== SUPPLIED DATA ==
"""A fleet over time: batch analysis of every aircraft's recordings, a store, modal drift.

Layer 4.5: imports :mod:`clashcheck.analysis`, :mod:`clashcheck.identify`,
:mod:`clashcheck.inputs` and :mod:`clashcheck.model`; :mod:`clashcheck.report.fleet`
renders its results.

- :mod:`.records`: the small records a recording analysis returns.
- :mod:`.store`: the SQLite store of analyses (schema documented there).
- :mod:`.runner`: runs analyses serially, on local processes or on a Dask cluster.
- :mod:`.pipeline`: manifest → tasks → store → per-aircraft drift and verdicts.
"""

__all__: list[str] = []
===
● EXERCISE PROMPT
Pick out the lines above containing the word "aircraft", then copy them.

● RESPONSE
"""A fleet over time: batch analysis of every aircraft's recordings, a store, modal drift.
- :mod:`.pipeline`: manifest → tasks → store → per-aircraft drift and verdicts.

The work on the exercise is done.